▸ Exercise objective
The response must consist of each line in the listing that has the word "below" in it.

:: Data

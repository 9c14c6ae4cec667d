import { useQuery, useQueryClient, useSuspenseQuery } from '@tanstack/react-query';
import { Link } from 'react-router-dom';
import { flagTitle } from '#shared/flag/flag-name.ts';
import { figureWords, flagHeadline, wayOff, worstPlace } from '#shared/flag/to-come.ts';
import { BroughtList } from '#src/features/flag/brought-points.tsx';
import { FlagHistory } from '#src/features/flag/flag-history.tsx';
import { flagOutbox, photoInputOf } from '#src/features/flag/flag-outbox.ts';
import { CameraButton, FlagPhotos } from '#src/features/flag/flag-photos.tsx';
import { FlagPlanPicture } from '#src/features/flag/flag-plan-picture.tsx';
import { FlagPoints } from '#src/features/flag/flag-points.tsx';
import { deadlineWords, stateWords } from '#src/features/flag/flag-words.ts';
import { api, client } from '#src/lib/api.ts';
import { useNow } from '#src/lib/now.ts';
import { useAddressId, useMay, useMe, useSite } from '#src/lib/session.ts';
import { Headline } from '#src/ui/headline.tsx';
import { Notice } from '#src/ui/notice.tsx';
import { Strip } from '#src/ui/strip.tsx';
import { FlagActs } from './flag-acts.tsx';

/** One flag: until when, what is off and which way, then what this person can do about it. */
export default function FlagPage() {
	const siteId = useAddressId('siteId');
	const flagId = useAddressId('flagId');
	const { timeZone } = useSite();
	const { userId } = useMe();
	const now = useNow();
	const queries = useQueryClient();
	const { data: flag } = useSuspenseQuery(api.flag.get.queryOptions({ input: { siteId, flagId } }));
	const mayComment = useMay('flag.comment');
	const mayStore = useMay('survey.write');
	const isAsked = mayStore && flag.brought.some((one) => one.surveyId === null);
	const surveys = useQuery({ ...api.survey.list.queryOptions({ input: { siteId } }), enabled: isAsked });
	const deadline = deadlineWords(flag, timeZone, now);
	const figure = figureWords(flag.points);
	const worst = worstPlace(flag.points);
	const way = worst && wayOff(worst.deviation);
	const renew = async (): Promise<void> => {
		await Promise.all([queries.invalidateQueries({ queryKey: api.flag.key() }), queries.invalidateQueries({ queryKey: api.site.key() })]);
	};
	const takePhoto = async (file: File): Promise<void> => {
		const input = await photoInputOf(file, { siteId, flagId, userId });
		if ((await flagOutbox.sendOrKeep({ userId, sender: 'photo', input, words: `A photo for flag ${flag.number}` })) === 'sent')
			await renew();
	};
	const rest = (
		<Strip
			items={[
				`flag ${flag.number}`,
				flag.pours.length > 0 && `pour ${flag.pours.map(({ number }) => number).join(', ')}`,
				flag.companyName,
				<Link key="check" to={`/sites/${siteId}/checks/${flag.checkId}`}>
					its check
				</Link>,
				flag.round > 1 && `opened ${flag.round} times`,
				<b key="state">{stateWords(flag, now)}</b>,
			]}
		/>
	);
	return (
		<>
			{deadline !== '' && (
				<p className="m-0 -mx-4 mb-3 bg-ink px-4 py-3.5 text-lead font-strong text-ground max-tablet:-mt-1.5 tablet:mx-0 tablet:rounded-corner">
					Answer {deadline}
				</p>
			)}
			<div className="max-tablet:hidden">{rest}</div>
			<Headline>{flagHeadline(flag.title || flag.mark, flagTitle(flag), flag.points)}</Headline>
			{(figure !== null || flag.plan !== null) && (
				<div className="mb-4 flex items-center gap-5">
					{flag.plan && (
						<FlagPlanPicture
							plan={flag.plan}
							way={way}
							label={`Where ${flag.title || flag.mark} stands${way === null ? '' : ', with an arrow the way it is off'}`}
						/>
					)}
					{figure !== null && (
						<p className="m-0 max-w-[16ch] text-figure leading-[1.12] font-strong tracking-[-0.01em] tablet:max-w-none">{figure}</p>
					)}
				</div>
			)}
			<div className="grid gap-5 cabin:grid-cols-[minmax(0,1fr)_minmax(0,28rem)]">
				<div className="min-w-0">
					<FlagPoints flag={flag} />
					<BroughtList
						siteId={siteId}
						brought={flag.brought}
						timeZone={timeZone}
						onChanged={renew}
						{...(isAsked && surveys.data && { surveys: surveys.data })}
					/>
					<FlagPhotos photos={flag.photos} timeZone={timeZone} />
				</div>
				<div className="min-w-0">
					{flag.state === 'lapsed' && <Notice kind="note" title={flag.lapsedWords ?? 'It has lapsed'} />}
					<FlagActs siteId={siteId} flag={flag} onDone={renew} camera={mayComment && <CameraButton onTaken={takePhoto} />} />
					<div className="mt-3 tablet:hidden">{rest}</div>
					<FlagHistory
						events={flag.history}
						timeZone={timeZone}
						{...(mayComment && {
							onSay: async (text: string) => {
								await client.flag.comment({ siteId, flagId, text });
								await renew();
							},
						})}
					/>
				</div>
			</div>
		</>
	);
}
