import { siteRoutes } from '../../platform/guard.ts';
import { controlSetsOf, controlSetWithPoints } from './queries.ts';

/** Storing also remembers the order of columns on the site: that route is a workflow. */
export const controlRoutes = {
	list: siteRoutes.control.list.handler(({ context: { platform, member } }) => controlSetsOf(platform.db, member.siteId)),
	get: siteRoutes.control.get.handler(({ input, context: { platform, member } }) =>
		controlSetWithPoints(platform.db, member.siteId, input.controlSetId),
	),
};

::::
:: Data

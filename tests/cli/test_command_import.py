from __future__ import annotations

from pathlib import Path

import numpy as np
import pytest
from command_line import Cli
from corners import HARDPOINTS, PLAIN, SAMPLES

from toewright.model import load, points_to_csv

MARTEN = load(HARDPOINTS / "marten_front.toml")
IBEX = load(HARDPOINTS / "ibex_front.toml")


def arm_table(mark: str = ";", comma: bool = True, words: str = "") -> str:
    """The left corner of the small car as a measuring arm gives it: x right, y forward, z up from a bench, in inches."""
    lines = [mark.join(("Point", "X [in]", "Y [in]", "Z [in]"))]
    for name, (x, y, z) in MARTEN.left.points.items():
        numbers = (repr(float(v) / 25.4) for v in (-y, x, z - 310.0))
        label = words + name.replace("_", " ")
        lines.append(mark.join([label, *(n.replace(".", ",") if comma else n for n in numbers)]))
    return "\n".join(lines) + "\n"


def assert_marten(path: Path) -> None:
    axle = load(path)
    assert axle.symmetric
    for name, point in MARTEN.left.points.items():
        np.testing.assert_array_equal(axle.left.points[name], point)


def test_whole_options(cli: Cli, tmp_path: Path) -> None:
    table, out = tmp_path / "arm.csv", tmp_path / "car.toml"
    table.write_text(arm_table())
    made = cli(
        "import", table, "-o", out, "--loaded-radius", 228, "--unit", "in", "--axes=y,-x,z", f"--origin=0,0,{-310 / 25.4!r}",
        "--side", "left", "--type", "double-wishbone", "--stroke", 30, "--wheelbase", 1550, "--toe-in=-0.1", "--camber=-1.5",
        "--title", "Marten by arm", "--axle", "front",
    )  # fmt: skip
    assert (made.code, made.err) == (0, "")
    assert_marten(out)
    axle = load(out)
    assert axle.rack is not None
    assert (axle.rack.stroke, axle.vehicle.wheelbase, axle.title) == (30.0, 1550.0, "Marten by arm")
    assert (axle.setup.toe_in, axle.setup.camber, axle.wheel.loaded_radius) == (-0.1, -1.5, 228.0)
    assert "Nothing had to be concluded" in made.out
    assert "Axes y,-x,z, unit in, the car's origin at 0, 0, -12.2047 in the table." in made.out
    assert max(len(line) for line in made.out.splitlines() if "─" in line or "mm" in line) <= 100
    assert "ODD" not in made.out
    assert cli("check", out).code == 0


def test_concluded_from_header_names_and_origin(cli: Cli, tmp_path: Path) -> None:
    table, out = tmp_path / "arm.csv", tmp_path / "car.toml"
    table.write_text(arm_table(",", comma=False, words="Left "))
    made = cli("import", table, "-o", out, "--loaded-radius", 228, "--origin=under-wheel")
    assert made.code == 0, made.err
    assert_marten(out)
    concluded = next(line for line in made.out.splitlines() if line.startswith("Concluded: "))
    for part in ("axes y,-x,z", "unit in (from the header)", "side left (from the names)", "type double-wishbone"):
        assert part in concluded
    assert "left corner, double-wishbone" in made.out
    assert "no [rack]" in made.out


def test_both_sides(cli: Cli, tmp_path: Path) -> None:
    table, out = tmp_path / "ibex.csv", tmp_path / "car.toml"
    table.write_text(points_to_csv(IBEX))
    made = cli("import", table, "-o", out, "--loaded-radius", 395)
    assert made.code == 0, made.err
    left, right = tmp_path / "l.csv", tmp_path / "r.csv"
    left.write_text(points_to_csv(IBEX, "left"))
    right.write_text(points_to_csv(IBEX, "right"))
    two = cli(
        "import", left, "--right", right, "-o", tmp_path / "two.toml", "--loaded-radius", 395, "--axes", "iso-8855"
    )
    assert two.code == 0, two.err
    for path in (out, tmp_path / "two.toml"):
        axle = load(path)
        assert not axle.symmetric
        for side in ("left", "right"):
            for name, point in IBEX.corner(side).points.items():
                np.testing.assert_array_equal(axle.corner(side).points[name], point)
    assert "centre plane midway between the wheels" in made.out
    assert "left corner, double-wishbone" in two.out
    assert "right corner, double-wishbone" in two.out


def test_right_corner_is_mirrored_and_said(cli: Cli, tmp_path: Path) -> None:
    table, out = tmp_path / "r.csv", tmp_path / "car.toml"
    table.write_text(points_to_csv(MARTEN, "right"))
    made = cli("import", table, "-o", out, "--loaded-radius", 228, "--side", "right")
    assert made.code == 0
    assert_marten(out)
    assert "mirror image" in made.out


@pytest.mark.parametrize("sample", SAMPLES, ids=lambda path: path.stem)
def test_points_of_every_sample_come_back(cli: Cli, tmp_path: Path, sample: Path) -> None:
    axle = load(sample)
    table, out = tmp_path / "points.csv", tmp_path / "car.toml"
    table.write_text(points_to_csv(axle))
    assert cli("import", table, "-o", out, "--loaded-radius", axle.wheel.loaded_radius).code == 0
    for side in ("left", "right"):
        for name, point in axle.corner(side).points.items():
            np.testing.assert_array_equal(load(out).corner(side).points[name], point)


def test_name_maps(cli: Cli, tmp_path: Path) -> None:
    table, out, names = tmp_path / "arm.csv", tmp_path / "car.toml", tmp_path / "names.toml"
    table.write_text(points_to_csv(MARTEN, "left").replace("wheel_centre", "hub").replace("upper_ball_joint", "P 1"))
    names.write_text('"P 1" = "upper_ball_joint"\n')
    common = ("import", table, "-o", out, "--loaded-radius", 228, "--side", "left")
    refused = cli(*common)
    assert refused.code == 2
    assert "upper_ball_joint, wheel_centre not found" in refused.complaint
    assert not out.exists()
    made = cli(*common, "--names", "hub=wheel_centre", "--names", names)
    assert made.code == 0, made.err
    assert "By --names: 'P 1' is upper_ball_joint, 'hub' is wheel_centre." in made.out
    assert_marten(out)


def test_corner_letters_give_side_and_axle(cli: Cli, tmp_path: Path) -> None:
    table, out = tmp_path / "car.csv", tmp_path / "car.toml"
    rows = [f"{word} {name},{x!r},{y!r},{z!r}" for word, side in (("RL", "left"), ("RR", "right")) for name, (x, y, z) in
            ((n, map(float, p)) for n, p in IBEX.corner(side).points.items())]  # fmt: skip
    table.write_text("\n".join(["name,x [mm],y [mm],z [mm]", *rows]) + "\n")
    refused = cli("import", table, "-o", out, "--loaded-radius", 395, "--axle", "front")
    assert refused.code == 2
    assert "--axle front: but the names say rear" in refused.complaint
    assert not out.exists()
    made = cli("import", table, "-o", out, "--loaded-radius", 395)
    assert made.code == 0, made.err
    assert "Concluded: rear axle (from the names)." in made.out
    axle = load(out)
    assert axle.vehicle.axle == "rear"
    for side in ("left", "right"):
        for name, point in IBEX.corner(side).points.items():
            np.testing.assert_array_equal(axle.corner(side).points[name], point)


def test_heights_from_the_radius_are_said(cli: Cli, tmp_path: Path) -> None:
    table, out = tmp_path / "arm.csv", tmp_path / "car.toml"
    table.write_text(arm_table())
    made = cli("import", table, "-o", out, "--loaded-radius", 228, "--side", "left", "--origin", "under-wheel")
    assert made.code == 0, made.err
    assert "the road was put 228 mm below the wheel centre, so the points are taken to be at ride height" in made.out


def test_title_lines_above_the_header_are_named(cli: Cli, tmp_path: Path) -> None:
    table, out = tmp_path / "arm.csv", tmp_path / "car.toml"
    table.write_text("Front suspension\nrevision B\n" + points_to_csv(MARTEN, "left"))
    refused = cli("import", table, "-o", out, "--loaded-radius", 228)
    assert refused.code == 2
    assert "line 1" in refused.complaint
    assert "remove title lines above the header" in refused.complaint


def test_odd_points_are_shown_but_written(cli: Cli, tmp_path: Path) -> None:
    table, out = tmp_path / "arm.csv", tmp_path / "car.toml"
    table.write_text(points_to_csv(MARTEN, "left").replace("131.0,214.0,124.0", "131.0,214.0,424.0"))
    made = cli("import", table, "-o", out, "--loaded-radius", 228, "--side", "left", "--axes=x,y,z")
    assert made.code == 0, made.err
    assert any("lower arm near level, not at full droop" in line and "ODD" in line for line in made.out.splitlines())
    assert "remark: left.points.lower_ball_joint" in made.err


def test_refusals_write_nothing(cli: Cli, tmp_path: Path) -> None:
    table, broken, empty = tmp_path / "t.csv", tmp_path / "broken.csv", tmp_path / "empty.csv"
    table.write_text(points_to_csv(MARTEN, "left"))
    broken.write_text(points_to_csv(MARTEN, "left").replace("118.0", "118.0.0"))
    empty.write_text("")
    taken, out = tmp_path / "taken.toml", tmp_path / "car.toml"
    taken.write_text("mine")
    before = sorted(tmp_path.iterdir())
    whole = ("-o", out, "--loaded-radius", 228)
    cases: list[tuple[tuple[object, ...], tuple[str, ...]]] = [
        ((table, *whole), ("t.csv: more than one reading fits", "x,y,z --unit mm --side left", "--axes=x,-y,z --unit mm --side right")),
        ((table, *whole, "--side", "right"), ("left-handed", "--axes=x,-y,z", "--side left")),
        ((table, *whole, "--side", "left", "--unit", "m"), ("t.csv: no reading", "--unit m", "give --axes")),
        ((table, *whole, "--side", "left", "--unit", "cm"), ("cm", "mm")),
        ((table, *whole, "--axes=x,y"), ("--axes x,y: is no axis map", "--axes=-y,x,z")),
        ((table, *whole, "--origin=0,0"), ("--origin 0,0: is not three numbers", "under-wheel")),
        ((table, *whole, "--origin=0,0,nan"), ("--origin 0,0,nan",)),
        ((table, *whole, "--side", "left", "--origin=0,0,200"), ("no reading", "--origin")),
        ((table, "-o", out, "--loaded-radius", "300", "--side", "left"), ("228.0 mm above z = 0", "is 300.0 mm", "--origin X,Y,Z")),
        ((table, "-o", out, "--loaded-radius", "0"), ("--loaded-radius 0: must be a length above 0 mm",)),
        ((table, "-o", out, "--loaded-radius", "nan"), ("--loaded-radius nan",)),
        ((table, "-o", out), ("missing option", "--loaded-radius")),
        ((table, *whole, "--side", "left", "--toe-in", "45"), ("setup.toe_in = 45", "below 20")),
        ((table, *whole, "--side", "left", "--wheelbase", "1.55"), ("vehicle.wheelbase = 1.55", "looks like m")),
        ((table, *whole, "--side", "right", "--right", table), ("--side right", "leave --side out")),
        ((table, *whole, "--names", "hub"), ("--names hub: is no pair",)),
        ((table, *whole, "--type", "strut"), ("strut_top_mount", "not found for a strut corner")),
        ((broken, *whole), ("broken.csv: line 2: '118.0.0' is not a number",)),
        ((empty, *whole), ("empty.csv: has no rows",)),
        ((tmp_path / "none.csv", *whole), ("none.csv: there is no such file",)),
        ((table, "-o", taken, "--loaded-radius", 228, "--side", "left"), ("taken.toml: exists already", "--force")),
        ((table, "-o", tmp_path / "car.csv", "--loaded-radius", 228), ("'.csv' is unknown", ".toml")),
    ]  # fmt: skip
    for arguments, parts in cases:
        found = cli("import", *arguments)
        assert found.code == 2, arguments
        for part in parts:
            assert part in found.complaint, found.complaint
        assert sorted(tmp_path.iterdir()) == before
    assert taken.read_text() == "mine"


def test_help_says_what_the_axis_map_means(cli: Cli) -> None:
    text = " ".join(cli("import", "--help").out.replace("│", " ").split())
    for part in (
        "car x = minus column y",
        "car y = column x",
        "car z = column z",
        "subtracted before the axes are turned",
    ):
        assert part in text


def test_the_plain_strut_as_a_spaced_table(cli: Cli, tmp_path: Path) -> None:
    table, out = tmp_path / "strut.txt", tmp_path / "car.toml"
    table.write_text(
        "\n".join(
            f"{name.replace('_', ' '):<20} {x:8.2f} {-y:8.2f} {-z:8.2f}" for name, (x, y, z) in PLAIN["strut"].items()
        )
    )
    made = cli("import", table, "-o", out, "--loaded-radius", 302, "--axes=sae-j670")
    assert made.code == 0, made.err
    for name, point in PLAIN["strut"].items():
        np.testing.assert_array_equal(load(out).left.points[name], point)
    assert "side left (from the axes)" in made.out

::::

▸ Task output
    assert "the road was put 228 mm below the wheel centre, so the points are taken to be at ride height" in made.out
        ((table, *whole, "--side", "left", "--toe-in", "45"), ("setup.toe_in = 45", "below 20")),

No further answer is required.